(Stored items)
┄┄┄┄┄┄┄┄┄┄┄┄┄┄┄┄┄┄┄┄
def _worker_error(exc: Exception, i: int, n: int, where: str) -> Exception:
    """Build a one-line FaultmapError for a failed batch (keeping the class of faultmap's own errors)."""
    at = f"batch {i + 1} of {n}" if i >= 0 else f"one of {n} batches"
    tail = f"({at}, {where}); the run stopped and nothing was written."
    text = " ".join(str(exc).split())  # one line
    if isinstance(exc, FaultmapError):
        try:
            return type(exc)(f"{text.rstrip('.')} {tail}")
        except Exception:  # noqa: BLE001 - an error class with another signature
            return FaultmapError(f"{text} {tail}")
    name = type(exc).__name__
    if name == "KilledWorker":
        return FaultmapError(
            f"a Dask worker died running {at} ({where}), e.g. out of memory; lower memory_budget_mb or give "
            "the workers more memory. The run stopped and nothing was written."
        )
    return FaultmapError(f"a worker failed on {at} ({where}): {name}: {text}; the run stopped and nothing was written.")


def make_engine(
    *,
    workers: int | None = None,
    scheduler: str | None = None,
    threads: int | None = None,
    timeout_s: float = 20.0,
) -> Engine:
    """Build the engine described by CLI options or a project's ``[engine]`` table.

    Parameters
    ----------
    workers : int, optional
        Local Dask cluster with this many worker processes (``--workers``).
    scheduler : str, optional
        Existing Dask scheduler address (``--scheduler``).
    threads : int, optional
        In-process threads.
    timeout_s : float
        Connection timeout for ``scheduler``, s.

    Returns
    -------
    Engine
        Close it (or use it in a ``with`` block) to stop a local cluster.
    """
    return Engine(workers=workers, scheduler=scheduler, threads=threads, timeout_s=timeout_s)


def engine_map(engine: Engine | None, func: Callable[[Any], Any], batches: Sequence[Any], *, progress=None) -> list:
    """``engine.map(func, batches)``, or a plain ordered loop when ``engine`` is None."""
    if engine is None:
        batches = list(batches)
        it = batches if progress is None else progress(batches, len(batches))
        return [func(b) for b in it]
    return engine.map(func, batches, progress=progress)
┄┄┄┄┄┄┄┄┄┄┄┄┄┄┄┄┄┄┄┄
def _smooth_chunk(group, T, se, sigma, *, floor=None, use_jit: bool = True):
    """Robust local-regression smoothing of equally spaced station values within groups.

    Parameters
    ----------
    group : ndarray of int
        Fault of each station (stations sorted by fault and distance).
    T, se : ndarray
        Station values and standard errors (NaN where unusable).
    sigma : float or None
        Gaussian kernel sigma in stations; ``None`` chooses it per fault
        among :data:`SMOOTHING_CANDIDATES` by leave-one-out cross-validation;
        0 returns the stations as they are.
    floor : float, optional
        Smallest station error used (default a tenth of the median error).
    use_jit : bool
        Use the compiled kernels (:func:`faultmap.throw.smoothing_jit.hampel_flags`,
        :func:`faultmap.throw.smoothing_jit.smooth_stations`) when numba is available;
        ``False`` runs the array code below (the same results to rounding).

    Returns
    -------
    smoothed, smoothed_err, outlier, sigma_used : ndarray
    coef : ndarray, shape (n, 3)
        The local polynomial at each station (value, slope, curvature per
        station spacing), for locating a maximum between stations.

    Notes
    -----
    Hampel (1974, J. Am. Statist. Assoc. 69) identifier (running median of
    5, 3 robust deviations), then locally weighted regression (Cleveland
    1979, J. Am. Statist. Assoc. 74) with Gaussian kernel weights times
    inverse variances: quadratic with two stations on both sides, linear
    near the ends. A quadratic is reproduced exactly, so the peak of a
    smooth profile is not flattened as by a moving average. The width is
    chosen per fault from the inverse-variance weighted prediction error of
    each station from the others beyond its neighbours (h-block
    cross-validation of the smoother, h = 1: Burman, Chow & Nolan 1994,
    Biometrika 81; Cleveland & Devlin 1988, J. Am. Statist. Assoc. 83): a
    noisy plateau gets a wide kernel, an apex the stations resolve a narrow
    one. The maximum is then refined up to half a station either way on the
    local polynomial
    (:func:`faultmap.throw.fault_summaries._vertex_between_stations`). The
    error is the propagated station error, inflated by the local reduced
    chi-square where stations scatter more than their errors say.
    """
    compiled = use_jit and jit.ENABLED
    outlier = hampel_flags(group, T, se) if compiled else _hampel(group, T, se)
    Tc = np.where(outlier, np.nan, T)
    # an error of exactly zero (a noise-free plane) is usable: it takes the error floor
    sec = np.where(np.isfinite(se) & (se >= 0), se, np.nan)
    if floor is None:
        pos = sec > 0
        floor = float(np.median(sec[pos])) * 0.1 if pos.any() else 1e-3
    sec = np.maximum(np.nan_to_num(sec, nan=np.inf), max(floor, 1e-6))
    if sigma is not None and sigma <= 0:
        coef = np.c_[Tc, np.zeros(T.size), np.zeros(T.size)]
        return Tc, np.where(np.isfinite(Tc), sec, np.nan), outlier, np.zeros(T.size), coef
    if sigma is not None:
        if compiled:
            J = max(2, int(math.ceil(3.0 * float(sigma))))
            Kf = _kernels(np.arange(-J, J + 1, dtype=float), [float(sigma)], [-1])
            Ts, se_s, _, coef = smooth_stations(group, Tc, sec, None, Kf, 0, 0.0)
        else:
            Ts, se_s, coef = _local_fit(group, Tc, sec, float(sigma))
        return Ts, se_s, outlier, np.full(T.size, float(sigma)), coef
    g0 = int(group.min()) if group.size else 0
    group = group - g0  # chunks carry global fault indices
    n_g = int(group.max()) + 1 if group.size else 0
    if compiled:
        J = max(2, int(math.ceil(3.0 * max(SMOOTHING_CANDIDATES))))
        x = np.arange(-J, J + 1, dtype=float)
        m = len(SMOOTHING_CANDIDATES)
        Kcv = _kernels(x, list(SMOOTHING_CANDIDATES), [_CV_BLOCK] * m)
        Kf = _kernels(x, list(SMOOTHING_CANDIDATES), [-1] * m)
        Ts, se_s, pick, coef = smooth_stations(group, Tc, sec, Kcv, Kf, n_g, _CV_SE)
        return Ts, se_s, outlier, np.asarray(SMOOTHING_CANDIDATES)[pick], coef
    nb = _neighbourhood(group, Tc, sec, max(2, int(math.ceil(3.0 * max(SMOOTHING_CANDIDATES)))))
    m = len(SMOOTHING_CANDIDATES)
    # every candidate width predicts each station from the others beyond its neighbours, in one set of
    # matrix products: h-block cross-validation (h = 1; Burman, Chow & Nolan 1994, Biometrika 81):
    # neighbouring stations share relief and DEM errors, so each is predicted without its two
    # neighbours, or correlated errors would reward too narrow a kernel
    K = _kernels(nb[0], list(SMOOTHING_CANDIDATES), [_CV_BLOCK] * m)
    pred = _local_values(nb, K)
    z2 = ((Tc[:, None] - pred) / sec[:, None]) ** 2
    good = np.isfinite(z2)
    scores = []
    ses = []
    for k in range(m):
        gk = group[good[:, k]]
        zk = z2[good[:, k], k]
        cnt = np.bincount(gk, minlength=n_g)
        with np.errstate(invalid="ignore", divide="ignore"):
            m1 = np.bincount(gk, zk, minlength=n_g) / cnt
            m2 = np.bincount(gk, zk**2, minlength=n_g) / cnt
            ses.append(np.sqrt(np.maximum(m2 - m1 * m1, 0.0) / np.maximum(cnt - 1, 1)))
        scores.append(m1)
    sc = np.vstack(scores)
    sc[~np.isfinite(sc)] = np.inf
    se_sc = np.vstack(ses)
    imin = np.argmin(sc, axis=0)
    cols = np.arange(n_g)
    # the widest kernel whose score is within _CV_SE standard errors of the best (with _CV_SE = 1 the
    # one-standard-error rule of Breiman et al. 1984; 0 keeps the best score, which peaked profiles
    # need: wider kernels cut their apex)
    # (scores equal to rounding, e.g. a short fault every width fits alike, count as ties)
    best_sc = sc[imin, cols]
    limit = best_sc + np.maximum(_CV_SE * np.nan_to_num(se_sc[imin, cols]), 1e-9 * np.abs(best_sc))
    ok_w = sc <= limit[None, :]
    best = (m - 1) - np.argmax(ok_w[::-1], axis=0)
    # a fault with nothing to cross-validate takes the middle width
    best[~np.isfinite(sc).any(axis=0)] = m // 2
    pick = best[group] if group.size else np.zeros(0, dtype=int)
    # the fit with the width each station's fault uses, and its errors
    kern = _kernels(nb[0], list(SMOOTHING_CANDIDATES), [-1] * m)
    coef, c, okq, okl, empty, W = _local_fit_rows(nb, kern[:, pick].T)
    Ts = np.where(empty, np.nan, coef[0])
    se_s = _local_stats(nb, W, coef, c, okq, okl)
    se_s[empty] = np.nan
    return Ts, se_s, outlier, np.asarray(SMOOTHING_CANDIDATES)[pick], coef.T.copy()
┄┄┄┄┄┄┄┄┄┄┄┄┄┄┄┄┄┄┄┄
_Your instructions_
Output the lines above between the one holding "def _worker_error(exc: Exception, i: int, n: int, where: str)" and the one holding "timeout_s : float", inclusive, with nothing before or after them.

_Result of this exercise_
def _worker_error(exc: Exception, i: int, n: int, where: str) -> Exception:
    """Build a one-line FaultmapError for a failed batch (keeping the class of faultmap's own errors)."""
    at = f"batch {i + 1} of {n}" if i >= 0 else f"one of {n} batches"
    tail = f"({at}, {where}); the run stopped and nothing was written."
    text = " ".join(str(exc).split())  # one line
    if isinstance(exc, FaultmapError):
        try:
            return type(exc)(f"{text.rstrip('.')} {tail}")
        except Exception:  # noqa: BLE001 - an error class with another signature
            return FaultmapError(f"{text} {tail}")
    name = type(exc).__name__
    if name == "KilledWorker":
        return FaultmapError(
            f"a Dask worker died running {at} ({where}), e.g. out of memory; lower memory_budget_mb or give "
            "the workers more memory. The run stopped and nothing was written."
        )
    return FaultmapError(f"a worker failed on {at} ({where}): {name}: {text}; the run stopped and nothing was written.")


def make_engine(
    *,
    workers: int | None = None,
    scheduler: str | None = None,
    threads: int | None = None,
    timeout_s: float = 20.0,
) -> Engine:
    """Build the engine described by CLI options or a project's ``[engine]`` table.

    Parameters
    ----------
    workers : int, optional
        Local Dask cluster with this many worker processes (``--workers``).
    scheduler : str, optional
        Existing Dask scheduler address (``--scheduler``).
    threads : int, optional
        In-process threads.
    timeout_s : float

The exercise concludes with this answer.